For NAMD version 2.15alpha*, rename the downloaded source tar file to match naming convention used in spack recipe.

  • Spack expects a format like "NAMD_2.15a2_Source.tar.gz" instead of default downloaded file "NAMD_2.15alpha2_Source-AVX512.tar.gz"

Build NAMD using Spack

Please refer to this link for getting started with spack using AMD Zen Software Studio

    # Example for Building NAMD 2.15alpha2 with avxtiles support using AOCC and AOCL
$ spack install namd@2.15a2 %aocc +avxtiles fftw=amdfftw interface=tcl ^amdfftw ^charmpp backend=mpi build-target=charm++ ^openmpi fabrics=auto
 
# Example for Building NAMD 2.14 with AOCC and AOCL
$ spack install namd@2.14 %aocc fftw=amdfftw interface=tcl ^amdfftw ^charmpp backend=mpi build-target=charm++ ^openmpi fabrics=auto

Explanation of the command options:

Symbol Meaning
%aocc Build NAMD with AOCC compiler.
+avxtiles To add support for AVXTiles algorithm, will be valid for NAMD-v2.15a1 and NAMD-v2.15a2 on systems supporting AVX512 instruction set.
fftw=­amd­fftw Use amdfftw as the FFTW implementation.
inter­fac­e=tcl Use tcl as the interface.
^charmpp backe­nd=mpi build­-ta­rge­t=c­harm++ To build NAMD with charmpp, where charmpp uses mpi backend and charm++ target.
^open­mpi­ fabri­cs=­auto Use OpenMPI as the MPI provider and use autodetection for the network fabric.
Note: It is advised to specifically set the appropriate fabric for the host system if possible.

Running NAMD

STMV benchmark used in this example can be found at: https://www.ks.uiuc.edu/Research/namd/utilities/

Obtaining Benchmarks

    # Download STMV dataset
$ wget https://www.ks.uiuc.edu/Research/namd/utilities/stmv/par_all27_prot_na.inp
$ wget https://www.ks.uiuc.edu/Research/namd/utilities/stmv/stmv.namd
$ wget https://www.ks.uiuc.edu/Research/namd/utilities/stmv/stmv.pdb.gz
$ wget https://www.ks.uiuc.edu/Research/namd/utilities/stmv/stmv.psf.gz
 
# Uncompress and edit input files to use current directory for writing temporary files
$ gunzip stmv.psf.gz
$ gunzip stmv.pdb.gz
$ sed -i 's/\/usr/./g' stmv.namd
$ mkdir -p ./tmp

Process layout for NAMD run:

NAMD needs one communication thread per set of worker threads, for example while running on system with dual socket AMD 4th Gen EPYC™ Processor with 192 (96x2) cores.

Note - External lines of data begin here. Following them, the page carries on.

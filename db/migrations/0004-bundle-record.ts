import { sql, type Kysely } from 'kysely'

/* What is kept of a bundle beside the check's answer: parts, placements, fingerprints, pictures of single layers, places of findings. */
const statements = [
  'alter table findings add column place_x_mm real',
  'alter table findings add column place_y_mm real',
  "alter table findings add column place_side text check (place_side in ('top', 'bottom'))",
  'alter table releases add column thumb_top_sha256 text',
  'alter table releases add column thumb_bottom_sha256 text',
  'alter table releases add column picture_box_json text',
  'create index releases_by_thumb_top on releases (thumb_top_sha256)',
  'create index releases_by_thumb_bottom on releases (thumb_bottom_sha256)',
  'alter table releases add column outline_json text',
  'create index releases_by_board_revision on releases (board_id, board_revision)',
  `create table bom_lines (
    release_id text not null references releases (id) on delete cascade,
    position integer not null,
    designators_json text not null,
    quantity integer,
    value text not null,
    footprint text not null,
    description text not null,
    is_fitted integer not null check (is_fitted in (0, 1)),
    reading_json text not null,
    primary key (release_id, position)
  ) strict, without rowid`,
  `create table placements (
    release_id text not null references releases (id) on delete cascade,
    position integer not null,
    designator text not null,
    x_mm real not null,
    y_mm real not null,
    rotation_deg real,
    side text not null check (side in ('top', 'bottom')),
    primary key (release_id, position)
  ) strict, without rowid`,
  `create table layer_fingerprints (
    release_id text not null references releases (id) on delete cascade,
    position integer not null,
    function text not null check (function in ('copper', 'outline', 'drill')),
    side text check (side in ('top', 'bottom', 'inner')),
    layer_index integer,
    file text not null,
    fingerprint text not null,
    primary key (release_id, position)
  ) strict, without rowid`,
  `create table layer_pictures (
    release_id text not null references releases (id) on delete cascade,
    position integer not null,
    file text,
    function text not null check (function in ('copper', 'soldermask', 'paste', 'legend', 'outline', 'drill')),
    side text check (side in ('top', 'bottom', 'inner')),
    layer_index integer,
    sha256 text not null,
    primary key (release_id, position)
  ) strict, without rowid`,
  'create index layer_pictures_by_object on layer_pictures (sha256)',
  `create trigger bom_lines_never_change before update on bom_lines
    when (select state from releases where id = old.release_id) <> 'draft'
    begin select raise(abort, 'a published release never changes'); end`,
  `create trigger bom_lines_never_go before delete on bom_lines
    when (select state from releases where id = old.release_id) <> 'draft'
    begin select raise(abort, 'a published release never changes'); end`,
  `create trigger placements_never_change before update on placements
    when (select state from releases where id = old.release_id) <> 'draft'
    begin select raise(abort, 'a published release never changes'); end`,
  `create trigger placements_never_go before delete on placements
    when (select state from releases where id = old.release_id) <> 'draft'
    begin select raise(abort, 'a published release never changes'); end`,
  `create trigger layer_fingerprints_never_change before update on layer_fingerprints
    when (select state from releases where id = old.release_id) <> 'draft'
    begin select raise(abort, 'a published release never changes'); end`,
  `create trigger layer_fingerprints_never_go before delete on layer_fingerprints
    when (select state from releases where id = old.release_id) <> 'draft'
    begin select raise(abort, 'a published release never changes'); end`,
  `create trigger layer_pictures_never_change before update on layer_pictures
    when (select state from releases where id = old.release_id) <> 'draft'
    begin select raise(abort, 'a published release never changes'); end`,
  `create trigger layer_pictures_never_go before delete on layer_pictures
    when (select state from releases where id = old.release_id) <> 'draft'
    begin select raise(abort, 'a published release never changes'); end`
]

export async function up(db: Kysely<unknown>): Promise<void> {
  for (const statement of statements) await sql.raw(statement).execute(db)
}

  • Running with one communication thread and 191 worker threads (+ppn is used to specify the number of worker threads per rank)
  • Lay out the communication thread on the core 0 (+commap is used to specify mapping of communication threads)
  • The worker threads are then pinned on cores 1-191 (+pemap is used to specify mapping of worker threads)

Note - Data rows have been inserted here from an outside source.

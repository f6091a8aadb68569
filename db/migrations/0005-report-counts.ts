import { sql, type Kysely } from 'kysely'

/*
 * What reliability pages read instead of reports: counts of all that was ever told, kept up to date by whatever changes a report. A group is
 * a release or batch (`scope_id`) on a console revision, of one evidence grade, method and first-power result or of all (`*`). Days are numbered from
 * the installation; `counts` holds 32 of them (`day-block.ts`). In `life_counts` an `upper` of -1 and an empty `cause` mean none. `last_filed_on` is the
 * last UTC day on which anything was filed, excluded or changed: from then on the counts are what is known.
 *
 * Whatever writes to reports is noticed by triggers: `uncounted` names the report that was written since the board was counted, `*` when there
 * are several. Who writes through `withCounts` counts it and clears that; otherwise the counts are not read until they are rebuilt.
 */
const mark = (boardId: string, reportId: string) =>
  `update counted_boards set uncounted = case when ifnull(uncounted, ${reportId}) = ${reportId} then ${reportId} else '*' end
    where board_id = ${boardId};`
const markReport = (row: 'old' | 'new') => mark(`(select board_id from releases where id = ${row}.release_id)`, `${row}.id`)
const markAbout = (row: 'old' | 'new') =>
  mark(
    `(select v.board_id from install_reports r join releases v on v.id = r.release_id where r.id = ${row}.report_id)`,
    `${row}.report_id`
  )
const reportColumns =
  'id, release_id, console_revision_id, unit_tag, installed_on, filed_on, filed_at, evidence, method, first_power, excluded_at, exclusion_kind'
const triggers = [
  `create trigger counted_boards_report after insert on install_reports begin ${markReport('new')} end`,
  `create trigger counted_boards_report_changed after update of ${reportColumns} on install_reports
    begin ${markReport('old')} ${markReport('new')} end`,
  `create trigger counted_boards_report_gone after delete on install_reports begin ${markReport('old')} end`,
  ...(['check_ins', 'failures'] as const).flatMap((table) => [
    `create trigger counted_boards_${table} after insert on ${table} begin ${markAbout('new')} end`,
    `create trigger counted_boards_${table}_changed after update on ${table} begin ${markAbout('old')} ${markAbout('new')} end`,
    `create trigger counted_boards_${table}_gone after delete on ${table} begin ${markAbout('old')} end`
  ]),
  `create trigger counted_boards_unit_moved after update of batch_id on units begin
    update counted_boards set uncounted = '*' where board_id in (select v.board_id from install_reports r
      join releases v on v.id = r.release_id where r.unit_tag = new.tag); end`
]

const statements = [
  `create table group_totals (
    id integer primary key,
    board_id text not null references boards (id),
    scope_id text not null,
    evidence text not null,
    method text not null,
    first_power text not null check (first_power in ('works', '*')),
    console_revision_id text not null references console_revisions (id),
    totals_json text not null,
    unique (scope_id, evidence, method, first_power, console_revision_id)
  ) strict`,
  'create index group_totals_by_board on group_totals (board_id)',
  `create table day_counts (
    group_id integer not null references group_totals (id),
    block integer not null,
    counts blob not null check (length(counts) > 0),
    primary key (group_id, block)
  ) strict, without rowid`,
  `create table life_counts (
    group_id integer not null references group_totals (id),
    grain integer not null check (grain in (1, 14)),
    entry integer not null,
    lower integer not null,
    upper integer not null,
    cause text not null,
    count integer not null check (count > 0),
    primary key (group_id, grain, entry, lower, upper, cause)
  ) strict, without rowid`,
  `create table counted_boards (
    board_id text primary key references boards (id),
    rules integer not null,
    last_filed_on text,
    uncounted text
  ) strict, without rowid`,
  ...triggers
]

export async function up(db: Kysely<unknown>): Promise<void> {
  for (const statement of statements) await sql.raw(statement).execute(db)
}
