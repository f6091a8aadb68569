import { sql, type Kysely } from 'kysely'

/* The latest reports of a release, wherever they were fitted, read from the end of an index. */
export async function up(db: Kysely<unknown>): Promise<void> {
  await sql.raw('create index install_reports_latest on install_reports (release_id, filed_at, id)').execute(db)
}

Run Script for AMD EPYC™ Processors

    # Loading NAMD-v2.15a2 build with AOCC
$ spack load namd@2.15a2
 
# Run command for STMV dataset with NAMD 2.15alpha2 build with avxtiles support with AOCC
# We are using 1 MPI rank with using 192 processor ( 191 worker thread and 1 communication thread)
$ mpirun -np 1 --bind-to core namd2 +ppn 191 +commap 0-192:192 +pemap 1-191:192.191 stmv.namd

Note: The above build and run steps are tested with NAMD-2.14/NAMD-2.15alpha2, AOCC-4.2.0, AOCL-4.2.0, and OpenMPI-5.0.2 on Red Hat Enterprise Linux release 8.6 (Ootpa) using Spack v0.22.0.dev0 (commit id : a9d294c).